Measuring AI visibility

AI platform visibility: why an aggregate average leads your investment astray

Roberto Serra 25 June 2026·~7 min read

You look at the aggregate figure for your AI visibility, you see 26% and you think you're doing fine — but that number hides the fact that on ChatGPT you're at 8% while on Perplexity you're at 45%, and your customers mostly use ChatGPT. Averaging across different platforms is like averaging January revenue with July revenue: a number that tells you nothing useful. Breaking the data down by platform takes less than an hour and turns your strategy from generic into surgical.

I tracked an Italian B2B brand across five AI engines for four consecutive months. The citation numbers, at the end of the period, were these: ChatGPT 45%, Perplexity 28%, Gemini 12%, Claude 8%, Copilot 7%. Averages that shift every month, sometimes by as much as 10 points.
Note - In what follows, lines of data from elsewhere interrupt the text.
/// Compare every steady state `rxnet run` lists with the fixture's, in order of conversion.
fn check_all_states(tag: &str, study: &str, case: &serde_json::Value, species: &[&str]) {
    let run = run_args(tag, study, &["--format", "json"]);
    assert_eq!(run.code, 0, "{tag}: {}", run.stderr);
    let j = run.json();
    let got = j["steady_states"]["states"].as_array().expect("states");
    let mut want: Vec<&serde_json::Value> = case["states"].as_array().unwrap().iter().collect();
    want.sort_by(|a, b| {
        a["conversion"]
            .as_f64()
            .unwrap()
            .total_cmp(&b["conversion"].as_f64().unwrap())
    });
    assert_eq!(
        got.len(),
        want.len(),
        "{tag} at {} L: {} steady states, scipy finds {}:\n{}",
        case["volume_L"],
        got.len(),
        want.len(),
        run.stdout
    );
    for (g, w) in got.iter().zip(&want) {
        let (xg, xw) = (
            g["conversion"].as_f64().unwrap(),
            w["conversion"].as_f64().unwrap(),
        );
        // scipy (tests/reference/cstr_steady_states.py)
        assert!(rel_err(xg, xw) < 1e-8, "{tag}: X = {xg}, scipy {xw}");
        for s in species {
            // outlet flow (mol/s) = C (mol/m3) × v0 (1e-3 m3/s)
            let fg = g["outlet"][*s].as_f64().unwrap();
            let fw = w[format!("C_{s}")].as_f64().unwrap() * 1e-3;
            assert!(
                (fg - fw).abs() <= 1e-8 * 1.1,
                "{tag}: F_{s} = {fg}, scipy {fw}"
            );
        }
    }
}

#[test]
fn autocatalytic_cstr_has_its_one_steady_state_at_every_volume() {
    let fx = fixture();
    for case in fx["autocatalytic"].as_array().unwrap() {
        let v = case["volume_L"].as_f64().unwrap();
        let study = format!(
            "name: autocatalytic CSTR (demo values)
phase: liquid
species: {{A: {{}}, B: {{}}, C: {{}}}}
reactions:
  - {{id: r1, stoich: A + 2 B -> 3 B, rate: {{k: 1 (L/mol)^2/s}}}}
  - {{id: r2, stoich: B -> C, rate: {{k: 0.01 1/s}}}}
feed: {{T: 300 K, volumetric: 1 L/s, concentrations: {{A: 1 mol/L, B: 0.1 mol/L}}}}
reactor: {{type: cstr, volume: {v} L}}
key: A
"
        );
        check_all_states("autocatalytic", &study, case, &["A", "B", "C"]);
    }
}

fn substrate_inhibited(volume_l: f64) -> String {
    format!(
        "name: substrate-inhibited CSTR (demo values)
phase: liquid
species: {{A: {{}}, B: {{}}}}
reactions:
  - id: r1
    stoich: A -> B
    rate: {{law: hyperbolic, k: 1 1/s, orders: {{A: 1}}, adsorption: {{A: {{K: 20 L/mol}}}}, inhibition_power: 2}}
feed: {{T: 300 K, volumetric: 1 L/s, concentrations: {{A: 1 mol/L}}}}
reactor: {{type: cstr, volume: {volume_l} L}}
"
    )
}

#[test]
fn substrate_inhibition_gives_every_steady_state_with_its_stability() {
    let fx = fixture();
    let mut several = 0;
    for case in fx["substrate_inhibited"].as_array().unwrap() {
        let v = case["volume_L"].as_f64().unwrap();
        check_all_states("inhibited", &substrate_inhibited(v), case, &["A", "B"]);
        let n = case["states"].as_array().unwrap().len();
        if n == 3 {
            several += 1;
            let run = run_args(
                "inhibited-3",
                &substrate_inhibited(v),
                &["--format", "json"],
            );
            let st = &run.json()["steady_states"];
            let stable: Vec<bool> = st["states"]
                .as_array()
                .unwrap()
                .iter()
                .map(|s| s["stable"].as_bool().unwrap())
                .collect();
            // The outer states stable, the middle one unstable (van Heerden 1953).
            assert_eq!(stable, [true, false, true], "{v} L");
        }
    }
    assert!(
        several >= 2,
        "the fixture has volumes with three steady states"
    );
}

#[test]
fn the_user_picks_the_steady_state_and_the_report_says_which() {
    // 100 L: three steady states, X = 0.318, 0.8, 0.982 (scipy fixture). At τ = 100 s the middle
    // root is C_A = 200 mol/m3 exactly: 1000 − C = 100 C/(1 + 0.02 C)² holds at C = 200.
    let study = substrate_inhibited(100.0);
    let x = |args: &[&str]| {
        let mut all = vec!["--format", "json"];
        all.extend_from_slice(args);
        let run = run_args("pick", &study, &all);
        assert_eq!(run.code, 0, "{args:?}: {}", run.stderr);
        let j = run.json();
        (
            j["conversion"].as_f64().unwrap(),
            j["steady_states"]["shown"].as_u64().unwrap(),
        )
    };
    let (lo, n_lo) = x(&[]);
    let (hi, n_hi) = x(&["--steady-state", "highest"]);
    let (mid, n_mid) = x(&["--steady-state", "2"]);
    assert_eq!((n_lo, n_mid, n_hi), (1, 2, 3));
    assert!(lo < mid && mid < hi);
    assert!(rel_err(mid, 0.8) < 1e-10, "middle X = {mid}");
    // The study file's key does the same.
    let keyed = study.replace("reactor:", "solver: {steady_state: highest}\nreactor:");
    let run = run_args("pick-key", &keyed, &["--format", "json"]);
    assert_eq!(run.code, 0, "{}", run.stderr);
    assert_eq!(run.json()["steady_states"]["shown"], 3);
    // The text report lists all three and says which it shows.
    let run = run_args("pick-text", &study, &["--steady-state", "2"]);
    assert_eq!(run.code, 0, "{}", run.stderr);
    assert!(run.stdout.contains("3 steady states"), "{}", run.stdout);
    assert!(run.stdout.contains("unstable"), "{}", run.stdout);
    assert!(
        run.stdout.contains("shows steady state 2"),
        "{}",
        run.stdout
    );
    // A number beyond the count is a failed computation with a clear message.
    let run = run_args("pick-4", &study, &["--steady-state", "4"]);
    assert_eq!(run.code, 1);
    assert!(run.stderr.contains("3 steady states"), "{}", run.stderr);
    // A bad value in the file names the field.
    let bad = study.replace("reactor:", "solver: {steady_state: middle}\nreactor:");
    let run = run_args("pick-bad", &bad, &[]);
    assert_eq!(run.code, 2);
    assert!(run.stderr.contains("solver.steady_state"), "{}", run.stderr);
}

#[test]
fn gas_cstr_with_three_steady_states_has_the_middle_one_unstable() {
    // An equimolar gas reaction in an inert carrier: at constant T and P the gas CSTR is the
    // liquid one with v0 = F_T0 R T/P, so the substrate-inhibited law again gives three states
    // (here K C_A0 ≈ 20 and kτ ≈ 100, as in the liquid fixture) and the middle one is unstable
    // (van Heerden 1953). The eigenvalues come from the mole-fraction dynamics on Σx = 1.
    let study = "name: substrate-inhibited gas CSTR (demo values)
phase: gas
species: {A: {}, B: {}, N2: {}}
reactions:
  - id: r1
    stoich: A -> B
    rate: {law: hyperbolic, k: 1 1/s, orders: {A: 1}, adsorption: {A: {K: 2.0 m3/mol}}, inhibition_power: 2}
feed: {T: 300 K, P: 1 bar, flows: {A: 1 mol/s, N2: 3 mol/s}}
reactor: {type: cstr, volume: 10 m3}
";
    let run = run_args("gas-three", study, &["--format", "json"]);
    assert_eq!(run.code, 0, "{}", run.stderr);
    let j = run.json();
    let states = j["steady_states"]["states"].as_array().expect("states");
    let stable: Vec<bool> = states
        .iter()
        .map(|s| s["stable"].as_bool().unwrap())
        .collect();
    assert_eq!(stable, [true, false, true], "{}", run.stdout);
    // Every state closes the balances: F_A + F_B = F_A0, N2 passes through.
    for s in states {
        let o = &s["outlet"];
        let (a, b, n2) = (
            o["A"].as_f64().unwrap(),
            o["B"].as_f64().unwrap(),
            o["N2"].as_f64().unwrap(),
        );
        assert!(rel_err(a + b, 1.0) < 1e-10 && rel_err(n2, 3.0) < 1e-12);
    }
}

#[test]
fn design_commands_follow_the_steady_state_choice() {
    // A -> B substrate-inhibited, B -> C slow (demo values): up to 200 L the lowest-conversion
    // state and the highest differ, so the best volume for B depends on the branch.
    let study = "name: substrate-inhibited CSTR, B wanted (demo values)
phase: liquid
species: {A: {}, B: {}, C: {}}
reactions:
  - id: r1
    stoich: A -> B
    rate: {law: hyperbolic, k: 1 1/s, orders: {A: 1}, adsorption: {A: {K: 20 L/mol}}, inhibition_power: 2}
  - {id: r2, stoich: B -> C, rate: {k: 0.002 1/s}}
feed: {T: 300 K, volumetric: 1 L/s, concentrations: {A: 1 mol/L}}
reactor: {type: cstr, volume: 200 L}
key: A
desired: B
";
    let path = common::write_temp("opt-branch", study);
    let p = path.to_str().unwrap();
    let opt = |extra: &[&str]| {
        let mut args = vec!["optimize", p, "--maximize", "B", "--format", "json"];
        args.extend_from_slice(extra);
        let r = common::rxnet(&args);
        assert_eq!(r.code, 0, "{extra:?}: {}", r.stderr);
        r.stdout
    };
    let low = opt(&[]);
    let high = opt(&["--steady-state", "highest"]);
    assert_ne!(low, high, "the branch choice changes the optimum");
    // The optimum on the high branch is what `run` gives there with the same choice.
    let j: serde_json::Value = serde_json::from_str(&high).expect("json");
    let v = j["best"]["size"]
        .as_f64()
        .unwrap_or_else(|| panic!("no best size in {high}"));
    let run = common::rxnet(&[
        "run",
        p,
        "--format",
        "json",
        "--steady-state",
        "highest",
        "--set",
        &format!("reactor.volume={v} m3"),
    ]);
    let _ = std::fs::remove_file(&path);
    assert_eq!(run.code, 0, "{}", run.stderr);
    let b_run = run.json()["outlet"]["B"].as_f64().unwrap();
    let b_opt = j["best"]["value"]
        .as_f64()
        .unwrap_or_else(|| panic!("no best value in {high}"));
    assert!(
        rel_err(b_opt, b_run) < 1e-6,
        "optimize B = {b_opt}, run B = {b_run}"
    );
}

#[test]
fn size_for_a_conversion_never_lands_on_a_branch_jump() {
    // Substrate-inhibited A -> B, r = k C/(1 + K C)², k = 1 1/s, K = 20 L/mol, C_A0 = 1 mol/L,
    // v0 = 1 L/s (demo values): each conversion has one space time, τ = X C_A0 (1 + K C)²/(k C)
    // with C = C_A0 (1 − X) (CSTR design equation, Levenspiel ch. 5). X = 0.2 (low branch) and
    // X = 0.99 (high branch) are sized to it; X = 0.9 has τ = 81 s, on the unstable middle
    // branch, and both choices of branch jump over it: refused, never the volume of the jump.
    let tau = |x: f64| {
        let c = 1.0 - x;
        x * (1.0 + 20.0 * c).powi(2) / c
    };
    let study = substrate_inhibited(100.0);
    for x in [0.2, 0.99] {
        let rep = rxnet_size(&study, x, &[]);
        let size_l = rep["size"].as_f64().expect("a size") * 1e3;
        assert!(
            rel_err(size_l, tau(x)) < 1e-6,
            "X = {x}: V = {size_l} L, τ = {} s",
            tau(x)
        );
    }
    for choice in ["lowest", "highest"] {
        let run = size_run(&study, 0.9, &["--steady-state", choice]);
        assert_eq!(run.code, 1, "{}\n{}", run.stdout, run.stderr);
        assert!(run.stderr.contains("jumps from X"), "{}", run.stderr);
    }
}

fn size_run(study: &str, x: f64, extra: &[&str]) -> common::Run {
    let f = common::write_temp("size-inhibited", study);
    let xs = x.to_string();
    let mut args = vec!["size", f.to_str().unwrap(), "--conversion", &xs];
    args.extend_from_slice(extra);
    common::rxnet(&args)
}

fn rxnet_size(study: &str, x: f64, extra: &[&str]) -> serde_json::Value {
    let mut args = extra.to_vec();
    args.extend_from_slice(&["--format", "json"]);
    size_run(study, x, &args).ok_json()
}

/// A generated network (found by the property tests) whose Newton solve from the feed lands on
/// a root of the balances with A2 = −0.30 mol/s: a root, not a state of the vessel. The
/// physical steady state found by the continuation from the feed is reported instead: every
/// flow non-negative and F0 − F + V Σ_i ν_ij r_i(F) = 0 to 1e-9 of the feed (the CSTR balance;
/// Levenspiel ch. 5, from memory).
#[test]
fn a_root_with_a_negative_flow_is_not_reported() {
    let yaml = "name: generated oligomer network (demo values)
phase: liquid
species:
  A1: {formula: C2H4}
  A2: {formula: C4H8}
  A3: {formula: C6H12}
  A4: {formula: C8H16}
  I1: {formula: C2H4}
reactions:
  - {id: r0, stoich: A2 + A2 -> A4, rate: {k: 1.7086610615149352e-6 m3/(mol*s)}}
  - {id: r1, stoich: A1 + A1 -> A2, rate: {k: 5.731692721537704e-6 m3/(mol*s)}}
  - {id: r2, stoich: A1 + A3 -> A4, rate: {k: 5.600028252658941e-6 m3/(mol*s)}}
  - {id: r3, stoich: A1 -> I1, rate: {k: 7.283727676745393e-3 1/s}}
feed:
  T: 330 K
  volumetric: 1 L/s
  flows: {A1: 6.347562985335555e-1 mol/s, A3: 1.4671984313268587e0 mol/s}
reactor:
  type: cstr
  volume: 1 m3
key: A1
";
    let net = rxnet::load_str(yaml, "negative_root.yaml", &[]).expect("loads");
    let sim = rxnet::solve::simulate(&net, &rxnet::solve::SolveOptions::default())
        .expect("the physical steady state");
    let f = sim.outlet();
    assert!(f.iter().all(|v| *v >= 0.0), "{f:?}");
    let b = rxnet::reactor::Balance::new(&net).unwrap();
    let mut d = vec![0.0; f.len()];
    b.rhs(f, &mut d);
    let total = net.feed.total();
    for ((f0, f), g) in net.feed.amounts.iter().zip(f).zip(&d) {
        assert!(
            (f0 - f + 1.0 * g).abs() < 1e-9 * total,
            "residual {}",
            f0 - f + g
        );
    }
}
If you stop at the aggregate number — “the brand shows up in 20% of AI queries” — you’re looking at a blurry snapshot that hides the very information you need to decide your budget.

Let me explain why per-platform visibility is the metric that sits upstream of every serious investment in GEO, and how to measure it without thousand-euro-a-month tools.

What it means to be visible “per platform”

Every AI engine is a different system. ChatGPT uses a set of sources and a way of synthesizing them that isn’t the same as Perplexity’s, which in turn isn’t Gemini’s. The crawlers differ, the weight given to explicit citations differs, the underlying indexes differ (some pull from Bing, others from Google, others from a mix).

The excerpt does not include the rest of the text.